According to Greystone Associates, a medical and healthcare technology consulting firm providing services in
strategic planning, venture development, product commercialization, and technology assessment - is addressing the
possible challenges facing
cancer vaccines coming to market in the statement, "In spite of the market hype and wishful thinking, the
results of clinical trials for cancer vaccines to date have been mixed and often disappointing. While the challenge of
creating and successfully proving the efficacy of a vaccine that can effectively treat America's second-deadliest
disease is perhaps without medical precedent, a close look at the dynamics and regulatory environment of the clinical
trial process provides insight into possible reasons why the first approvable, truly therapeutic cancer vaccine may
still be years away." Seems the first problem is proving the efficiency of cancer vaccines in clinical trails,
given results that can not be measured with true analytical accuracy or precision among patients.

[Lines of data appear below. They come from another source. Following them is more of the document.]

//! The state between weekly runs: an embedded SQLite database.
//!
//! Tables: `meta` (schema version), `inputs` (every ingested file by content hash, so a file
//! ingested twice counts once), `changesets` (metadata), `edits` (every element version seen in a
//! diff, unique by type, id and version, with the state it replaced), `elements` (the latest known
//! version of every element: position, tags, node refs; this doubles as the node-location index),
//! `skipped` (odd elements skipped while reading, by reason).
//!
//! Node positions live in the node-location index ([`crate::node_index`]), a compact file next
//! to the database whose generation is recorded in `meta` (`nodes_generation`) by the same
//! transaction as the ingest that wrote it; `elements` keeps nodes only when they carry tags.
//!
//! Writes happen only inside an [`IngestTx`], one SQLite transaction per ingest command: a failed
//! ingest rolls back and leaves the database as it was.

use std::path::{Path, PathBuf};

use rusqlite::{params, Connection, OptionalExtension, Transaction};

use crate::model::{ElementType, Op};
use crate::node_index::{self, NodeEntry, NodeIndex, NodeIndexError, NodeIndexTx};

/// Current database schema version.
pub const SCHEMA_VERSION: i64 = 1;

/// Errors of the state database.
#[derive(Debug, thiserror::Error)]
pub enum StoreError {
    #[error("{path}: database error: {source}")]
    Sqlite {
        path: PathBuf,
        source: rusqlite::Error,
    },
    #[error("{path}: database schema version {found} is not supported (this build reads {SCHEMA_VERSION})")]
    Schema { path: PathBuf, found: i64 },
    #[error("{path}: the database is busy: another hexvigil run is using it")]
    Busy { path: PathBuf },
    #[error(transparent)]
    NodeIndex(#[from] NodeIndexError),
}

/// The `meta` key holding the committed node-index generation.
const NODES_GENERATION: &str = "nodes_generation";

/// Tags packed into one string: `key \x1F value \x1E ...`. Both separators are control
/// characters that XML 1.0 does not allow in attribute values, so no tag can contain them.
#[must_use]
pub fn pack_tags(tags: &[(String, String)]) -> String {
    let mut s = String::with_capacity(tags.iter().map(|(k, v)| k.len() + v.len() + 2).sum());
    for (k, v) in tags {
        s.push_str(k);
        s.push('\x1F');
        s.push_str(v);
        s.push('\x1E');
    }
    s
}

/// Inverse of [`pack_tags`], borrowing from the packed string.
pub fn unpack_tags(s: &str) -> impl Iterator<Item = (&str, &str)> {
    s.split_terminator('\x1E')
        .filter_map(|kv| kv.split_once('\x1F'))
}

/// Looks one tag up in a packed tag string.
#[must_use]
pub fn packed_tag<'a>(s: &'a str, key: &str) -> Option<&'a str> {
    unpack_tags(s).find(|(k, _)| *k == key).map(|(_, v)| v)
}

/// Node refs (or relation members, as `id * 4 + type code`) as little-endian i64s.
#[must_use]
pub fn pack_refs(refs: impl IntoIterator<Item = i64>) -> Vec<u8> {
    refs.into_iter().flat_map(i64::to_le_bytes).collect()
}

/// Inverse of [`pack_refs`].
pub fn unpack_refs(b: &[u8]) -> impl Iterator<Item = i64> + '_ {
    b.chunks_exact(8).map(|c| {
        let mut a = [0u8; 8];
        a.copy_from_slice(c);
        i64::from_le_bytes(a)
    })
}

/// Encodes a relation member for [`pack_refs`].
#[must_use]
pub const fn member_code(t: ElementType, id: i64) -> i64 {
    id.wrapping_mul(4).wrapping_add(t.code())
}

/// Decodes a relation member from [`member_code`].
#[must_use]
pub fn member_decode(code: i64) -> Option<(ElementType, i64)> {
    Some((
        ElementType::from_code(code.rem_euclid(4))?,
        code.div_euclid(4),
    ))
}

/// An open state database.
pub struct Store {
    conn: Connection,
    path: PathBuf,
}

const SCHEMA: &str = "
CREATE TABLE IF NOT EXISTS meta(key TEXT PRIMARY KEY, value TEXT NOT NULL);
CREATE TABLE IF NOT EXISTS inputs(
    hash TEXT PRIMARY KEY, path TEXT NOT NULL, kind TEXT NOT NULL,
    elements INTEGER NOT NULL, changesets INTEGER NOT NULL, ingested_at INTEGER NOT NULL);
CREATE TABLE IF NOT EXISTS changesets(
    id INTEGER PRIMARY KEY, uid INTEGER NOT NULL, user TEXT NOT NULL,
    created_at INTEGER NOT NULL, closed_at INTEGER,
    min_lat REAL, min_lon REAL, max_lat REAL, max_lon REAL,
    num_changes INTEGER NOT NULL, comment TEXT NOT NULL, editor TEXT NOT NULL, source TEXT NOT NULL);
CREATE INDEX IF NOT EXISTS changesets_uid ON changesets(uid, created_at);
CREATE TABLE IF NOT EXISTS edits(
    etype INTEGER NOT NULL, eid INTEGER NOT NULL, version INTEGER NOT NULL,
    op INTEGER NOT NULL, changeset INTEGER NOT NULL, uid INTEGER NOT NULL, user TEXT NOT NULL,
    ts INTEGER NOT NULL, lat_e7 INTEGER, lon_e7 INTEGER, tags TEXT NOT NULL, refs BLOB,
    prev_version INTEGER, prev_ts INTEGER, prev_tags TEXT, prev_lat_e7 INTEGER, prev_lon_e7 INTEGER,
    PRIMARY KEY(etype, eid, version)) WITHOUT ROWID;
CREATE INDEX IF NOT EXISTS edits_ts ON edits(ts);
CREATE INDEX IF NOT EXISTS edits_uid ON edits(uid, ts);
CREATE TABLE IF NOT EXISTS elements(
    etype INTEGER NOT NULL, eid INTEGER NOT NULL, version INTEGER NOT NULL, ts INTEGER NOT NULL,
    visible INTEGER NOT NULL, lat_e7 INTEGER, lon_e7 INTEGER, tags TEXT NOT NULL, refs BLOB,
    PRIMARY KEY(etype, eid)) WITHOUT ROWID;
CREATE TABLE IF NOT EXISTS skipped(reason TEXT PRIMARY KEY, count INTEGER NOT NULL);
";

/// [`StoreError::Busy`] when another connection holds the lock, else the SQLite error.
fn busy_or_sqlite(path: &Path, source: rusqlite::Error) -> StoreError {
    if let rusqlite::Error::SqliteFailure(e, _) = &source {
        if matches!(
            e.code,
            rusqlite::ErrorCode::DatabaseBusy | rusqlite::ErrorCode::DatabaseLocked
        ) {
            return StoreError::Busy {
                path: path.to_owned(),
            };
        }
    }
    StoreError::Sqlite {
        path: path.to_owned(),
        source,
    }
}

impl Store {
    /// Opens (creating if needed) the database at `path` and checks its schema version.
    ///
    /// # Errors
    /// When SQLite cannot open or create the file, or its schema version is unknown.
    pub fn open(path: &Path) -> Result<Self, StoreError> {
        // Setting the journal mode needs a lock too: a run holding the database makes it busy.
        let err = |source| busy_or_sqlite(path, source);
        let conn = Connection::open(path).map_err(err)?;
        // WAL keeps readers working during an ingest; a short busy timeout turns a second
        // writer into a clear "busy" error instead of a long wait.
        conn.pragma_update(None, "journal_mode", "WAL")
            .map_err(err)?;
        // FULL: a commit is on disk when it returns. The ingest removes the previous node-index
        // generation right after its commit, which must then survive a power cut too.
        conn.pragma_update(None, "synchronous", "FULL")
            .map_err(err)?;
        conn.pragma_update(None, "foreign_keys", "OFF")
            .map_err(err)?;
        conn.pragma_update(None, "cache_size", -65_536)
            .map_err(err)?;
        let store = Self {
            conn,
            path: path.to_owned(),
        };
        store
            .conn
            .execute_batch(SCHEMA)
            .map_err(|e| store.map_err(e))?;
        let found: Option<String> = store
            .conn
            .query_row("SELECT value FROM meta WHERE key='schema'", [], |r| {
                r.get(0)
            })
            .optional()
            .map_err(|e| store.map_err(e))?;
        match found.and_then(|v| v.parse::<i64>().ok()) {
            None => {
                store
                    .conn
                    .execute(
                        "INSERT OR REPLACE INTO meta(key, value) VALUES('schema', ?1)",
                        [SCHEMA_VERSION.to_string()],
                    )
                    .map_err(|e| store.map_err(e))?;
            }
            Some(SCHEMA_VERSION) => {}
            Some(found) => {
                return Err(StoreError::Schema {
                    path: path.to_owned(),
                    found,
                })
            }
        }
        store.ensure_node_index()?;
        Ok(store)
    }

    /// Records generation 0 in a new database; in a database written before the node-location
    /// index existed, builds the index from the node positions in `elements` first.
    fn ensure_node_index(&self) -> Result<(), StoreError> {
        let known = |c: &Connection| {
            c.query_row(
                "SELECT 1 FROM meta WHERE key = ?1",
                [NODES_GENERATION],
                |_| Ok(()),
            )
            .optional()
            .map(|o| o.is_some())
        };
        if known(&self.conn).map_err(|e| self.map_err(e))? {
            return Ok(());
        }
        let tx = Transaction::new_unchecked(&self.conn, rusqlite::TransactionBehavior::Immediate)
            .map_err(|e| self.map_err(e))?;
        if known(&tx).map_err(|e| self.map_err(e))? {
            return Ok(());
        }
        let prefix = self.node_index_prefix();
        let mut nodes = NodeIndexTx::begin(&prefix, 0)?;
        {
            let mut st = tx
                .prepare(
                    "SELECT eid, version, lat_e7, lon_e7 FROM elements
                     WHERE etype = 0 AND lat_e7 IS NOT NULL AND lon_e7 IS NOT NULL ORDER BY eid",
                )
                .map_err(|e| self.map_err(e))?;
            let mut rows = st.query([]).map_err(|e| self.map_err(e))?;
            while let Some(r) = rows.next().map_err(|e| self.map_err(e))? {
                let (id, version, lat, lon): (i64, i64, i64, i64) = (
                    r.get(0).map_err(|e| self.map_err(e))?,
                    r.get(1).map_err(|e| self.map_err(e))?,
                    r.get(2).map_err(|e| self.map_err(e))?,
                    r.get(3).map_err(|e| self.map_err(e))?,
                );
                if let Some(c) = crate::model::Coord::from_e7(lat, lon) {
                    nodes.stage(id, NodeEntry::new(c, version))?;
                }
            }
        }
        let prepared = nodes.prepare()?;
        let generation = prepared
            .as_ref()
            .map_or(0, node_index::PreparedIndex::generation);
        tx.execute(
            "INSERT INTO meta(key, value) VALUES(?1, ?2)",
            params![NODES_GENERATION, generation.to_string()],
        )
        .map_err(|e| self.map_err(e))?;
        tx.commit().map_err(|e| self.map_err(e))?;
        if let Some(p) = prepared {
            p.committed();
        }
        Ok(())
    }

    /// The file-name prefix of this database's node-location index.
    #[must_use]
    pub fn node_index_prefix(&self) -> PathBuf {
        node_index::prefix_for(&self.path)
    }

    /// Opens the committed node-location index, the one API through which positions of nodes
    /// are read.
    ///
    /// # Errors
    /// On SQLite failure, or when the index file is missing or damaged.
    pub fn node_index(&self) -> Result<NodeIndex, StoreError> {
        // An ingest that commits between reading the generation and opening its file removes
        // the file just read; reading the generation again then names the new one.
        let mut attempt = 0;
        loop {
            let generation = read_generation(&self.conn).map_err(|e| self.map_err(e))?;
            match NodeIndex::open_generation(&self.node_index_prefix(), generation) {
                Ok(idx) => return Ok(idx),
                Err(e) if attempt >= 2 => return Err(e.into()),
                Err(_) => attempt += 1,
            }
        }
    }

    /// Maps a SQLite error to a [`StoreError`] naming this database.
    #[must_use]
    pub fn map_err(&self, source: rusqlite::Error) -> StoreError {
        busy_or_sqlite(&self.path, source)
    }

    /// The database file.
    #[must_use]
    pub fn path(&self) -> &Path {
        &self.path
    }

    /// Read access for the analysis stages.
    #[must_use]
    pub fn conn(&self) -> &Connection {
        &self.conn
    }

    /// Starts the one write transaction of an ingest. Takes the write lock at once, so a second
    /// concurrent ingest fails with [`StoreError::Busy`] instead of interleaving.
    ///
    /// # Errors
    /// When the database is locked by another run or SQLite fails.
    pub fn begin(&mut self) -> Result<IngestTx<'_>, StoreError> {
        let path = self.path.clone();
        let tx = self
            .conn
            .transaction_with_behavior(rusqlite::TransactionBehavior::Immediate)
            .map_err(|source| busy_or_sqlite(&path, source))?;
        Ok(IngestTx { tx, path })
    }

    /// A committed `meta` value.
    ///
    /// # Errors
    /// On SQLite failure.
    pub fn meta(&self, key: &str) -> Result<Option<String>, StoreError> {
        self.conn
            .query_row("SELECT value FROM meta WHERE key = ?1", [key], |r| r.get(0))
            .optional()
            .map_err(|e| self.map_err(e))
    }

    /// Counts of skipped elements by reason.
    ///
    /// # Errors
    /// On SQLite failure.
    pub fn skipped(&self) -> Result<Vec<(String, u64)>, StoreError> {
        let mut st = self
            .conn
            .prepare("SELECT reason, count FROM skipped ORDER BY reason")
            .map_err(|e| self.map_err(e))?;
        let rows = st
            .query_map([], |r| Ok((r.get::<_, String>(0)?, r.get::<_, i64>(1)?)))
            .map_err(|e| self.map_err(e))?;
        rows.map(|r| {
            r.map(|(s, n)| (s, u64::try_from(n).unwrap_or(0)))
                .map_err(|e| self.map_err(e))
        })
        .collect()
    }
}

The second problem
appears to be governmental and corporate."Cancer vaccines are playing by rules which in some ways place them at a distinct disadvantage relative to the therapeutic value they have been designed to deliver," explains George Perros, Greystone Associates Managing Director. "These issues, which will require a strong working relationship between vaccine developers and key FDA and NCI decision makers to resolve, must be addressed if the promise of cancer vaccines is to be fully realized."
I am not the least bit interested in easing the way for companies in a rush to get drugs to market so they can enhance their financial bottom line. I want drugs that make it to market to be thoroughly tested and proven safe. But I will be aggravated to learn that there are factors slowing the process that could have been avoided.